> **Provided entries**:
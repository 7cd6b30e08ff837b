namespace PathPortal.Web.Hosting;

/// <summary>Light, dark, or what the system says; kept in a cookie so that the first byte of a page is already right.</summary>
public static class ThemeChoice
{
    public const string System = "system";
    private const string CookieName = "pathportal.theme";

    public static IReadOnlyList<string> All { get; } = [System, "light", "dark"];

    public static string Label(string choice) => choice switch { "light" => "Light", "dark" => "Dark", _ => "As the system" };

    /// <summary>"light", "dark" or null. Anything else in the cookie is ignored.</summary>
    public static string? Read(HttpContext context) => context.Request.Cookies[CookieName] is "light" or "dark" ? context.Request.Cookies[CookieName] : null;

    public static void Write(HttpContext context, string choice)
    {
        if (choice is "light" or "dark")
            context.Response.Cookies.Append(CookieName, choice, new CookieOptions
            {
                HttpOnly = true,
                SameSite = SameSiteMode.Lax,
                Secure = context.Request.IsHttps,
                MaxAge = TimeSpan.FromDays(365),
                IsEssential = true,
            });
        else
            context.Response.Cookies.Delete(CookieName);
    }
}
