using PathPortal.Engine.Arms;
using PathPortal.Engine.Geometry;
using PathPortal.Engine.Paths;
using PathPortal.Engine.Postures;

namespace PathPortal.Engine.Tests.Postures;

public sealed class StartPosturesTests
{
    private static readonly double[] Joints = [0.3, 1.0, 0.3, 0.4, -1.1, 0.5];

    [Fact]
    public void Find_StartGiven_IsThatStartAlone()
    {
        var found = StartPostures.Find(TestScenario.Complete);

        var start = Assert.Single(found.Starts);
        Assert.Equal(TestScenario.Complete.Start!.Value, start.Joints);
        Assert.Equal(0.25, start.FreeTurn);
    }

    [Fact]
    public void Find_PoseTask_GivesEveryPostureOfTheFirstWaypoint()
    {
        var scenario = Scenario(TaskKind.Pose, 2);
        var found = StartPostures.Find(scenario);

        Assert.Null(found.Reason);
        Assert.NotEmpty(found.Starts);
        Assert.All(found.Starts, s => AssertPose(scenario, s));
        Assert.Contains(found.Starts, s => s.Joints.Zip(Joints).All(z => Math.Abs(z.First - z.Second) < 1e-7));
    }

    [Fact]
    public void Find_AxisTask_TriesTheTurnInStepsOf15Degrees()
    {
        var scenario = Scenario(TaskKind.Axis, 2);
        var found = StartPostures.Find(scenario);

        Assert.All(found.Starts, s => AssertPose(scenario, s));
        Assert.InRange(found.Starts.Select(s => s.FreeTurn).Distinct().Count(), 2, 24);
        Assert.All(found.Starts, s => Approximately.Equal(0, Math.IEEERemainder(s.FreeTurn, Math.PI / 12), 1e-15, "step"));
        Assert.InRange(found.Starts.Length, 9, StartPostures.Most);
    }

    [Fact]
    public void Find_AxisTaskWithTurnGiven_TriesThatTurnOnly()
    {
        var scenario = Scenario(TaskKind.Axis, 2) with { FreeTurn = 0.7 };
        var found = StartPostures.Find(scenario);

        Assert.All(found.Starts, s => Assert.Equal(0.7, s.FreeTurn));
        Assert.All(found.Starts, s => AssertPose(scenario, s));
    }

    [Fact]
    public void Find_OutOfReach_SaysSo()
    {
        var scenario = Scenario(TaskKind.Pose, 2);
        var far = scenario with { Cell = scenario.Cell with { WorkInCell = RigidTransform.FromTranslation(4, 0, 0) } };
        var found = StartPostures.Find(far);

        Assert.Empty(found.Starts);
        Assert.Equal("The first waypoint is out of the arm's reach.", found.Reason);
    }

    [Fact]
    public void Find_OnlyBeyondLimits_NamesJointValueAndLimit()
    {
        var found = StartPostures.Find(Scenario(TaskKind.Pose, 0.2));

        Assert.Empty(found.Starts);
        Assert.StartsWith("The first waypoint can be reached only beyond joint limits: joint ", found.Reason, StringComparison.Ordinal);
        Assert.Contains("limit ", found.Reason, StringComparison.Ordinal);
    }

    [Fact]
    public void Find_ManyTurns_KeepsThoseWithMostRoom()
    {
        var found = StartPostures.Find(Scenario(TaskKind.Axis, 3.5 * Math.PI));

        Assert.Equal(StartPostures.Most, found.Starts.Length);
        Assert.True(found.LeftOut > 0);
    }

    // The first waypoint is where the arm is with the joints above; limits are the same for all joints.
    private static Scenario Scenario(TaskKind task, double limit)
    {
        var arm = TestArms.SixJoints(TestArms.Limits(-limit, limit));
        var scenario = TestScenario.Complete with { Arm = arm, Start = null, FreeTurn = null };
        var X_WT = scenario.Cell.WorkInCell.Inverse() * scenario.Cell.BaseInCell * ArmPose.Compute(arm, Joints).Tool(scenario.Cell.ToolInFlange);
        var first = TestScenario.Complete.Path.Waypoints[0] with
        {
            Position = X_WT.Translation,
            Orientation = UnitQuaternion.FromMatrix(X_WT.Rotation),
        };
        var second = first with { Motion = MotionKind.Straight, Task = task, Position = first.Position + 0.1 * Vector3D.UnitZ };
        return scenario with { Path = new([first, second]) };
    }

    private static void AssertPose(Scenario scenario, StartPosture start)
    {
        var X_WT = scenario.Cell.WorkInCell.Inverse() * scenario.Cell.BaseInCell
            * ArmPose.Compute(scenario.Arm, start.Joints.AsSpan()).Tool(scenario.Cell.ToolInFlange);
        var goal = RotationMatrix.FromQuaternion(scenario.Path.Waypoints[0].Orientation) * RotationMatrix.AboutZ(Angle.FromRadians(start.FreeTurn));

        // m and rad: 1e-9 of the finder, with room for a quaternion made from a matrix.
        Approximately.Equal(scenario.Path.Waypoints[0].Position, X_WT.Translation, 2e-9, start.Description);
        Approximately.Equal(goal, X_WT.Rotation, 2e-9, start.Description);
    }
}
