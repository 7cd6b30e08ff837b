using PathPortal.Engine.Arms;
using PathPortal.Engine.Postures;

namespace PathPortal.Engine.Tests.Postures;

public sealed class PosturePartsTests
{
    [Fact]
    public void TrigEquation_RandomCoefficients_SolvesTheEquation() => Seeded.Cases(1000, random =>
    {
        var (a, b) = (random.Between(-2, 2), random.Between(-2, 2));
        var c = random.Between(-1, 1) * Math.Sqrt(a * a + b * b);
        Span<double> theta = stackalloc double[2];

        Assert.Equal(2, TrigEquation.Solve(a, b, c, 0, theta));
        Approximately.Equal(c, a * Math.Cos(theta[0]) + b * Math.Sin(theta[0]), 1e-14, "first");
        Approximately.Equal(c, a * Math.Cos(theta[1]) + b * Math.Sin(theta[1]), 1e-14, "second");
    });

    [Theory]
    [InlineData(2, 0, 2, 1)]
    [InlineData(2, 0, -2, 1)]
    [InlineData(2, 0, 2.0000001, 0)]
    [InlineData(0, 0, 1, 0)]
    [InlineData(double.NaN, 0, 1, 0)]
    public void TrigEquation_AtAndBeyondReach_CountsItsSolutions(double a, double b, double c, int expected)
    {
        Span<double> theta = stackalloc double[2];

        Assert.Equal(expected, TrigEquation.Solve(a, b, c, 1e-9, theta));
    }

    [Fact]
    public void HaltonSequence_FirstPoints_AreTheRadicalInverses()
    {
        // Radical inverse in base 2 and 3 (Halton 1960): 1 → 0.1, 2 → 0.01, 3 → 0.11; 1 → 0.1, 2 → 0.2, 3 → 0.01 in base 3.
        Approximately.Equal([0.5, 0.25, 0.75], [.. Enumerable.Range(1, 3).Select(i => HaltonSequence.Value(i, 0))], 0, "base 2");
        Approximately.Equal([1 / 3.0, 2 / 3.0, 1 / 9.0], [.. Enumerable.Range(1, 3).Select(i => HaltonSequence.Value(i, 1))], 1e-16, "base 3");
    }

    [Fact]
    public void Wrap_AnyAngle_IsInRangeAndSame() => Seeded.Cases(500, random =>
    {
        var angle = random.Between(-100, 100);
        var wrapped = JointTurns.Wrap(angle);

        Assert.InRange(wrapped, -Math.PI, Math.PI);
        Approximately.Equal(0, Math.IEEERemainder(angle - wrapped, 2 * Math.PI), 1e-13, "turns");
    });

    [Fact]
    public void Wrap_HalfTurnEitherWay_IsPlusPi()
    {
        Assert.Equal(Math.PI, JointTurns.Wrap(Math.PI));
        Assert.Equal(Math.PI, JointTurns.Wrap(-Math.PI));
    }

    [Theory]
    [InlineData(-7, 7, 1.0, new[] { 1.0, 1 - 2 * Math.PI })]
    [InlineData(-3, 3, 4.0, new[] { 4 - 2 * Math.PI })]
    [InlineData(0.5, 0.9, 1.0, new double[0])]
    [InlineData(6.5, 7.5, 1.0, new[] { 1 + 2 * Math.PI })]
    public void Inside_LimitsInRadians_GivesEveryTurn(double low, double high, double value, double[] expected) =>
        Approximately.Equal(expected, JointTurns.Inside(Joint(TestArms.Limits(low, high)), value), 1e-14, "values");

    [Theory]
    [InlineData(-1e12, 1e12, 1.0, 1.0)]
    [InlineData(1e6, 1e6 + 100, 1.0, 1e6)]
    [InlineData(-1e6 - 100, -1e6, 1.0, -1e6)]
    public void Inside_HugeRange_GivesFiveTurnsNearestToZero(double low, double high, double value, double nearest)
    {
        var values = JointTurns.Inside(Joint(TestArms.Limits(low, high)), value);

        Assert.Equal(5, values.Count);
        Assert.All(values, v => Assert.InRange(v, low, high));
        Assert.All(values, v => Approximately.Equal(0, Math.IEEERemainder(v - value, 2 * Math.PI), 1e-9, "turns; 1e6 rad is good to 1e-10"));
        Assert.InRange(Math.Abs(values[0] - nearest), 0, 2 * Math.PI);
    }

    [Fact]
    public void Inside_NoLimitsOrContinuous_IsThePrincipalValue()
    {
        Approximately.Equal([4 - 2 * Math.PI], JointTurns.Inside(Joint(new()), 4), 1e-15, "no limits");
        Approximately.Equal([4 - 2 * Math.PI], JointTurns.Inside(Joint(new() { Continuous = true }), 4), 1e-15, "continuous");
    }

    [Theory]
    [InlineData(-7, 7, 0.5, 6.5, 0.5 + 2 * Math.PI)]
    [InlineData(-7, 6, 0.5, 6.5, 0.5)]
    [InlineData(-30, 30, 0.5, -27, 0.5 - 8 * Math.PI)]
    public void Nearest_WoundUpSeed_StaysOnTheSeedsTurn(double low, double high, double value, double seed, double expected) =>
        Approximately.Equal(expected, JointTurns.Nearest(Joint(TestArms.Limits(low, high)), value, seed)!.Value, 1e-14, "value");

    [Fact]
    public void Nearest_NoTurnInside_IsNull() => Assert.Null(JointTurns.Nearest(Joint(TestArms.Limits(-0.1, 0.1)), 1, 0));

    private static Joint Joint(JointLimits limits) => TestArms.SixJoints().Joints[0] with { Limits = limits };
}
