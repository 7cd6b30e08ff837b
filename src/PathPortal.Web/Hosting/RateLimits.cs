using System.Threading.RateLimiting;

namespace PathPortal.Web.Hosting;

/// <summary>Guessing is slowed per address, whatever account is guessed at; lockout per account is the identity system's.</summary>
public static class RateLimits
{
    /// <summary>Posts that carry a password: signing in, and confirming a decision.</summary>
    public const string Passwords = "passwords";

    public static IServiceCollection AddPortalRateLimits(this IServiceCollection services, IConfiguration configuration)
    {
        var perMinute = configuration.GetValue("SignIn:PostsPerMinute", 20);
        return services.AddRateLimiter(options =>
        {
            options.RejectionStatusCode = StatusCodes.Status429TooManyRequests;
            options.AddPolicy(Passwords, context => HttpMethods.IsPost(context.Request.Method)
                ? RateLimitPartition.GetSlidingWindowLimiter(context.Connection.RemoteIpAddress?.ToString() ?? "unknown", _ => new SlidingWindowRateLimiterOptions
                {
                    PermitLimit = perMinute,
                    Window = TimeSpan.FromMinutes(1),
                    SegmentsPerWindow = 6,
                    QueueLimit = 0,
                })
                : RateLimitPartition.GetNoLimiter("reading"));
        });
    }
}
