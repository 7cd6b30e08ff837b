namespace PathPortal.Portal.Domain.Programs;

/// <summary>The uploaded file.</summary>
/// <param name="Format">Name of the reader that understood it, such as "csv".</param>
public sealed record RevisionSource(string FileName, string Format, byte[] Bytes);
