using PathPortal.Portal.Data.Queries;
using PathPortal.Portal.Handling.Fleet;

namespace PathPortal.Web.Hosting;

/// <summary>What the pages of arm models, cells and criteria sheets need.</summary>
internal static class FleetDefinitions
{
    public static void AddFleetDefinitions(this IServiceCollection services)
    {
        services.AddSingleton<ArmsQuery>();
        services.AddSingleton<CellsQuery>();
        services.AddSingleton<CriteriaQuery>();
        services.AddSingleton<SaveArmModel>();
        services.AddSingleton<SaveCriteriaSheet>();
        services.AddSingleton<SaveCellSetup>();
        services.AddSingleton<AddCell>();
    }
}
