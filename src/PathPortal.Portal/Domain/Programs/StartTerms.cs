namespace PathPortal.Portal.Domain.Programs;

/// <summary>How a program runs on a cell: which of the setup's tools and frames, and how it starts.</summary>
/// <param name="ToolName">A tool named in the cell's setup.</param>
/// <param name="WorkFrameName">A work frame named in the cell's setup.</param>
/// <param name="StartJoints">Joint values at the first point (rad or m); null: every posture is tried and the best one chosen.</param>
/// <param name="FreeTurn">Turn about the free tool axis at the first point (rad); null: a grid is tried.</param>
public sealed record StartTerms(string ToolName, string WorkFrameName, double[]? StartJoints, double? FreeTurn);
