namespace PathPortal.Portal.Domain.Programs;

/// <summary>The cell controller's own program for a revision, kept as bytes. A newer one stands beside the older; the newest counts.</summary>
public sealed class ControllerFile
{
    public const int MaxBytes = 32 * 1024 * 1024;

    public ControllerFile(Guid revisionId, Guid cellId, string fileName, byte[] bytes, Guid by, DateTimeOffset at)
    {
        Id = Guid.CreateVersion7(at);
        RevisionId = revisionId;
        CellId = cellId;
        FileName = fileName;
        Bytes = bytes;
        Size = bytes.Length;
        Sha256 = Sha256Text.Of(bytes);
        AttachedBy = by;
        AttachedAt = at;
    }

    private ControllerFile()
    {
    }

    public Guid Id { get; private set; }

    public Guid RevisionId { get; private set; }

    public Guid CellId { get; private set; }

    public string FileName { get; private set; } = "";

    /// <summary>Large: lists must not select it.</summary>
    public byte[] Bytes { get; private set; } = [];

    public int Size { get; private set; }

    public string Sha256 { get; private set; } = "";

    public Guid AttachedBy { get; private set; }

    public DateTimeOffset AttachedAt { get; private set; }
}
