using System.Net.Sockets;
using Microsoft.AspNetCore.Diagnostics;
using Npgsql;

namespace PathPortal.Web.Hosting;

/// <summary>What the error page may say about the exception that led there.</summary>
public static class Failures
{
    public static bool IsDatabaseDown(HttpContext context) =>
        context.Features.Get<IExceptionHandlerFeature>()?.Error is { } error && IsDatabaseDown(error);

    /// <summary>No answer from the database server, as opposed to an answer that says no.</summary>
    public static bool IsDatabaseDown(Exception error)
    {
        for (Exception? inner = error; inner is not null; inner = inner.InnerException)
            if (inner is PostgresException { SqlState: "57P01" or "57P02" or "57P03" or "53300" } or SocketException or TimeoutException
                || inner is NpgsqlException and not PostgresException)
                return true;
        return false;
    }

    public static string PathOf(HttpContext context) => LocalPath.Or(context.Features.Get<IExceptionHandlerPathFeature>()?.Path);
}
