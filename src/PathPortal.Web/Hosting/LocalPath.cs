namespace PathPortal.Web.Hosting;

/// <summary>Only a path of this portal may follow a form post; anything else becomes the start page.</summary>
public static class LocalPath
{
    public static string Or(string? path, string otherwise = "/") => IsLocal(path) ? path! : otherwise;

    private static bool IsLocal(string? path) =>
        path is ['/', ..] and not ['/', '/' or '\\', ..] && !path.Any(char.IsControl);
}
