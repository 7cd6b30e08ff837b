namespace PathPortal.Web.Hosting;

/// <summary>Claims the cookie carries beside those of the identity system.</summary>
public static class AccountClaims
{
    public const string DisplayName = "pathportal:display_name";
}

> **Assignment**: Your output should consist only of the lines from the one containing "public DateTimeOffset AttachedAt" to the end of the records above, each retyped exactly.

> **Your response**:
    public DateTimeOffset AttachedAt { get; private set; }
}
using System.Net.Sockets;
using Microsoft.AspNetCore.Diagnostics;
using Npgsql;

namespace PathPortal.Web.Hosting;

/// <summary>What the error page may say about the exception that led there.</summary>
public static class Failures
{
    public static bool IsDatabaseDown(HttpContext context) =>
        context.Features.Get<IExceptionHandlerFeature>()?.Error is { } error && IsDatabaseDown(error);

    /// <summary>No answer from the database server, as opposed to an answer that says no.</summary>
    public static bool IsDatabaseDown(Exception error)
    {
        for (Exception? inner = error; inner is not null; inner = inner.InnerException)
            if (inner is PostgresException { SqlState: "57P01" or "57P02" or "57P03" or "53300" } or SocketException or TimeoutException
                || inner is NpgsqlException and not PostgresException)
                return true;
        return false;
    }

    public static string PathOf(HttpContext context) => LocalPath.Or(context.Features.Get<IExceptionHandlerPathFeature>()?.Path);
}
filename src/PathPortal.Web/Hosting/LocalPath.cs
namespace PathPortal.Web.Hosting;

/// <summary>Only a path of this portal may follow a form post; anything else becomes the start page.</summary>
public static class LocalPath
{
    public static string Or(string? path, string otherwise = "/") => IsLocal(path) ? path! : otherwise;

    private static bool IsLocal(string? path) =>
        path is ['/', ..] and not ['/', '/' or '\\', ..] && !path.Any(char.IsControl);
}
repository 7cd6b30e08ff837b
namespace PathPortal.Web.Hosting;

/// <summary>Claims the cookie carries beside those of the identity system.</summary>
public static class AccountClaims
{
    public const string DisplayName = "pathportal:display_name";
}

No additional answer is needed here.